Friday, April 22, 2011

Amazon Glitch Hobbles Websites

Haven't blogged for a while. Thought this might be worth it...

Technical problems at an Amazon.com Inc. data center caused several websites and Internet services like Foursquare and Reddit to crash or have limited availablity on Thursday.

Amazon, which rents Web servers and storage to companies, said it was experiencing "instance connectivity, latency and error rates" with a data center in northern Virginia that handles operations for the U.S. East Coast. The company said was working to correct the problem.

I've long predicted that if cloud technologies can take off they will go a long way toward putting Microsoft out of business (a positive outcome from my point of view). Even if Microsoft could be one of the cloud players (and no doubt they will try) the profit margins are *much* lower than they are used to making selling fiat certificates to use their products which were largely finalized in the 90s.

Apple will have this problem too. A big deal is made of their iTunes business, but they make most of their profits selling gadgets that fit into a narrow range... servers gone, desktops declining, iPods declining. In other words the company (and a very successful one) is now built on laptops and cell phones.

But the big cloud players now Google and Amazon to name two, are going to have to learn that not only are margins low, but risk is high.
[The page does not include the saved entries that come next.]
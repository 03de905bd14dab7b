import { published } from '../published.ts';

export const peters1988Cylinders = published({
  id: 'peters-1988-cylinders',
  authors: 'Peters, Schiffino and Harriott',
  year: 1988,
  title: 'Wall film of a tube packed with cylinders',
  family: 'bed-wall',
  transfer: 'heat',
  average: 'mean',
  reads: 'mean line',
  form: 'Nu = C * (particle_diameter / vessel_diameter)^m * Re^a * Pr^b',
  values: { C: 3.8, m: 0.39, a: 0.5, b: 1 / 3 },
  groups: { Nu: 'Nu@particle', Re: 'Re@particle', Pr: 'Pr', particle_diameter: 'particle_diameter', vessel_diameter: 'vessel_diameter' },
  limits: ['800 <= Re <= 8000', '3 <= vessel_diameter / particle_diameter <= 11'],
  accuracy: 'not stated',
  source: 'P. E. Peters, R. S. Schiffino, P. Harriott, Ind. Eng. Chem. Res. 27 (1988) 226-233, doi 10.1021/ie00074a003',
  where: 'cylinders',
  constantsFrom: 'page read',
  use: 'Film at the wall beside an effective conductivity of the bed.',
  analogy: false,
  printed: [
    {
      kind: 'constants on a page',
      at: { Re: 900, Pr: 0.7, particle_diameter: 0.006, vessel_diameter: 0.05 },
      value: 44.274284,
      tolerance: 8.9e-5,
      source: 'open code of a hydrogen exchanger, packed_bed_heat_transfer',
      where: '3.8 (d_p/D)^0.39 Re^0.5 Pr^(1/3), as printed by two codes for this paper, evaluated at this point',
    },
  ],
});
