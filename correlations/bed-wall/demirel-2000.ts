import { published } from '../published.ts';

export const demirel2000 = published({
  id: 'demirel-2000',
  authors: 'Demirel, Sharma and Al-Ali',
  year: 2000,
  title: 'Wall film of a packed channel of low ratio',
  family: 'bed-wall',
  transfer: 'heat',
  average: 'mean',
  reads: 'mean line',
  form: 'Nu = C * Re^a',
  values: { C: 0.047, a: 0.927 },
  groups: { Nu: 'Nu@particle', Re: 'Re@particle', particle_diameter: 'particle_diameter', vessel_diameter: 'vessel_diameter' },
  limits: ['200 <= Re <= 1450', '4 <= vessel_diameter / particle_diameter <= 7.5'],
  accuracy: 'not stated',
  source: 'Y. Demirel, R. N. Sharma, H. H. Al-Ali, Int. J. Heat Mass Transfer 43 (2000) 327-332',
  where: 'wall coefficient',
  constantsFrom: 'page read',
  use: 'Film at the wall beside an effective conductivity of the bed.',
  analogy: false,
  printed: [
    {
      kind: 'constants on a page',
      at: { Re: 300 },
      value: 9.297994,
      tolerance: 1.9e-5,
      source: 'open reference on wall coefficients of fixed beds (in Chinese), table of correlations',
      where: '0.047 Re^0.927, evaluated at this point',
    },
  ],
});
Think about it... how many computers running Windows have lost or corrupted vital information? Countless. Yet Microsoft bears no responsibility, they make that clear in their TOS which essentially says "If our product turns out to be a piece of sh*t, don't come crying to us!"

The remarkable thing is that they have gotten millions of people to agree to this, including large corporations, government agencies. Who has bucked the trend? Banks, military, and intelligence agencies all of whom know they can't risk certain sensitive data and tasks to a half-assed *toy* operating system (that's pretty much what mainframers used to call windows and I think the implications are accurate).

Oh, lest you think I am a fanboi though, I am not satisfied that twenty years of lackadaisical attitudes about security have lulled even cloud proponents into a false sense of "who cares?"

I got an e-mail message from Google today telling me that some of the files (MP3s I guess) I've uploaded to Google Docs "might" be lost or to quote directly: "Your uploaded audio files should be fully restored at this time."

"Should be"? Well, are they or are they not? What am I supposed to do at this point, take an inventory? Listen to all 200 hours of them to make sure they are OK? Download them and do comparisons with my originals? Or just wait until some point in the future when I am totally dependent on them being all there and all correct only to find out that that is not the case?

I like the idea that my data in the Google cloud is "backed up" by being on multiple machines at any given time (is it two, or three or nine, they never say?) But is missing with todays cloud architectures, and what is probably not possible in the same way we did on mainframes (multi-generation back-up tapes going back months and years) is an "oooops" prevention system. Our existing cloud systems do nicely in handling the situation when a particular "cheap" server goes down. We've all read about that and it is marvelous.

But what about when a Google or Amazon employee slips up and runs a program that deletes all my files, and that deletion propagates to all the copies of all the files everywhere. Is that situation covered? What about when a lot of e-mail went missing a while back? Is that really acceptable? Yes, it's probably better than the aggregate e-mail lost from millions of Windows computers hundreds of thousands of which are probably in some state of brokenness at any given time, but remember, Microsoft has been saying "f*ck you" to users for years and getting away with it. They likely won't be so tolerant of Google or Amazon or even Microsoft saying the same thing when it comes to a *new* service which is highly touted as better in every way.

We've read in the past where the "bigtable" file system and other now generic components of cloud services can produce slightly imprecise results but results which satisfy the needs of search engines quite well. But do all these base components suit the needs of other cloud services which need solid uptime, perfect repeatability, perfect security and multi-level redundancy, to name a few?

The Cr-48 incorporates a "disposable" aspect to the hardware under our fingertips which I think has been missing since the mainframe days (IBM engineers could replace every component of a floor standing disk drive and recover every byte of data on the old drive in and hour or two, and a long repair might involve flying a part on a chartered airplane from the other side of the country). Users today, including as I mentioned many institutional users, are no longer used to that level of service. I hope the cloud, as it matures, and hopefully soon, spoils us once again.